Descriptive Set Theory - definable sets can be partitioned into more pieces than elements of original set

Question

I just read that "In Descriptive Set Theory .... definable sets can .... counter intuitively .... be partitioned into more pieces than there are elements in the original set".

Would anyone have a reference which discusses / proves it ?

Many Thanks

Answer 1

This sounds like an incomplete quote. The phenomenon being described is less about definable sets than definable maps.

For example, consider the Vitali relation on the reals: $$a\sim b\quad\iff\quad a-b\in\mathbb{Q}.$$ The resulting quotient set $\mathbb{R}_\sim:=\mathbb{R}/\sim$ (renamed for kerning purposes) is nicely definable. Moreover, with some care you can cook up a nicely-definable injection $\mathbb{R}\rightarrow \mathbb{R}_\sim$. However, in a precise sense there is no nicely-definable injection $\mathbb{R}_\sim\rightarrow \mathbb{R}$ (e.g. take "nicely-definable" to be "Borel").
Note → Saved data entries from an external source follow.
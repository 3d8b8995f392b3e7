package order

import (
	"cmp"
	"fmt"
	"math"
	"math/rand/v2"
	"slices"
	"strings"
	"testing"

	"github.com/stretchr/testify/require"

	"pairloom/sparse/chain"
)

// cellOf is a simplex of the slow twin: vertices ascending, value, and what it is
// compared by within its degree.
type cellOf struct {
	verts []uint32
	value float64
	key   []uint32 // lower stars: ranks, latest first
}

// twin is a filtered complex in the plainest form: cells by key.
type twin map[string]*cellOf

func (t twin) add(verts []uint32, value float64) {
	verts = slices.Clone(verts)
	slices.Sort(verts)
	name := fmt.Sprint(verts)
	if c, ok := t[name]; ok {
		c.value = min(c.value, value)
		return
	}
	t[name] = &cellOf{verts: verts, value: value}
}

// addFaces adds a simplex and all its faces at a value, or at the least they have.
func (t twin) addFaces(verts []uint32, value float64) {
	for set := 1; set < 1<<len(verts); set++ {
		var face []uint32
		for i, v := range verts {
			if set>>i&1 == 1 {
				face = append(face, v)
			}
		}
		t.add(face, value)
	}
}

// degrees lists the cells by degree, in the order of the contract.
func (t twin) degrees(top int) [][]*cellOf {
	out := make([][]*cellOf, top+1)
	for _, c := range t {
		if k := len(c.verts) - 1; k <= top {
			out[k] = append(out[k], c)
		}
	}
	for _, cells := range out {
		slices.SortFunc(cells, func(a, b *cellOf) int {
			return cmp.Or(slices.Compare(a.key, b.key), cmp.Compare(a.value, b.value), slices.Compare(a.verts, b.verts))
		})
	}
	return out
}

func (t twin) dim() (d int) {
	for _, c := range t {
		d = max(d, len(c.verts)-1)
	}
	return d
}

// requireTwin compares a published folder with the twin, cell by cell.
func requireTwin(t *testing.T, dir string, c *chain.Complex, want twin, degrees int, named func(*cellOf) string) {
	dim := want.dim()
	k, top := dim, dim
	if degrees >= 0 && degrees < dim {
		k, top = degrees, degrees+1
	}
	cells := want.degrees(top)
	require.Equal(t, k, c.Degrees)
	require.Equal(t, k < dim, c.Truncated)
	require.Equal(t, top, c.Top())
	table, err := chain.OpenTable(dir)
	require.NoError(t, err)
	defer table.Close()
	rank := map[string]uint32{}
	for k := range cells {
		require.EqualValues(t, len(cells[k]), c.Cells[k])
		for r, cell := range cells[k] {
			rank[fmt.Sprint(cell.verts)] = uint32(r)
			require.Equal(t, math.Float64bits(cell.value), math.Float64bits(table.Value(k, uint32(r))))
			require.Equal(t, named(cell), string(table.AppendName(nil, k, uint32(r))))
		}
	}
	for k := 1; k <= top; k++ {
		requireBlock(t, dir, c, k, cells, rank)
	}
}

// requireBlock compares ∂_k with the twin's facets, and takes ∂∂.
func requireBlock(t *testing.T, dir string, c *chain.Complex, k int, cells [][]*cellOf, rank map[string]uint32) {
	m, err := chain.OpenBlock(dir, k, false)
	require.NoError(t, err)
	defer m.Close()
	require.EqualValues(t, k+1, m.Width)
	rows := make([]int, len(cells[k-1]))
	for r, cell := range cells[k] {
		var column []uint32
		twice := map[string]int{}
		for q := range cell.verts {
			face := slices.Delete(slices.Clone(cell.verts), q, q+1)
			column = append(column, rank[fmt.Sprint(face)])
			rows[rank[fmt.Sprint(face)]]++
		}
		slices.Sort(column)
		require.Equal(t, column, m.Column(uint32(r), nil))
		for _, i := range m.Column(uint32(r), nil) {
			face := cells[k-1][i].verts
			for q := range face {
				twice[fmt.Sprint(slices.Delete(slices.Clone(face), q, q+1))]++
			}
		}
		for name, n := range twice {
			require.Zero(t, n%2, "k = %d: %s", k, name)
		}
	}
	require.Equal(t, k == 1, c.ColsAtMost2[k])
	require.Equal(t, slices.Max(rows) <= 2, c.RowsAtMost2[k])
}

func spaced(c *cellOf) string { return strings.Trim(fmt.Sprint(c.verts), "[]") }

// randomTwin draws facets on a few vertices with odd numbers, values that never fall.
func randomTwin(r *rand.Rand) twin {
	t := twin{}
	verts := make([]uint32, 3+r.IntN(6))
	for i, v := range r.Perm(len(verts)) {
		verts[i] = uint32(v)
		if r.IntN(3) == 0 {
			verts[i] = uint32(v) + 20*uint32(r.IntN(200_000_000))
		}
	}
	slices.Sort(verts)
	verts = slices.Compact(verts)
	for range 1 + r.IntN(6) {
		r.Shuffle(len(verts), func(i, j int) { verts[i], verts[j] = verts[j], verts[i] })
		t.addFaces(verts[:1+r.IntN(min(len(verts), 5))], 0)
	}
	steps, scale := 1+r.IntN(9), []float64{1, -3, 0.1, 1e-300, 1e300}[r.IntN(5)]
	for _, c := range t {
		c.value = math.Abs(scale) * float64(r.IntN(steps)-2)
	}
	for k, cells := range t.degrees(t.dim()) {
		for _, c := range cells {
			for q := 0; k > 0 && q <= k; q++ {
				c.value = max(c.value, t[fmt.Sprint(slices.Delete(slices.Clone(c.verts), q, q+1))].value)
			}
		}
	}
	return t
}

// text writes the cells that keep says as lines, lines and vertices shuffled.
func (t twin) text(r *rand.Rand, keep func(*cellOf) bool) string {
	var lines []string
	delimiter := []string{",", ";", "\t", " ", " , "}[r.IntN(5)]
	for _, c := range t {
		if !keep(c) {
			continue
		}
		verts := slices.Clone(c.verts)
		r.Shuffle(len(verts), func(i, j int) { verts[i], verts[j] = verts[j], verts[i] })
		line := fmt.Sprint(c.value)
		if c.value == 0 && r.IntN(2) == 0 {
			line = "-0"
		}
		for _, v := range verts {
			line += delimiter + fmt.Sprint(v)
		}
		lines = append(lines, line)
	}
	slices.Sort(lines)
	r.Shuffle(len(lines), func(i, j int) { lines[i], lines[j] = lines[j], lines[i] })
	return "# simplices\n" + strings.Join(lines, []string{"\n", "\r\n"}[r.IntN(2)])
}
So once we agree to compare sets only using "nicely definable" maps, we have a set which is smaller than one of its quotient sets.

Note that $\mathbb{R}_\sim$ and $\mathbb{R}$ "classically" have the same cardinality (assuming Choice of course - and in a sense, the definable-cardinality idea pointed out here is a "Choice-ification" of some combinatorics that can happen more literally in $\mathsf{ZF}$).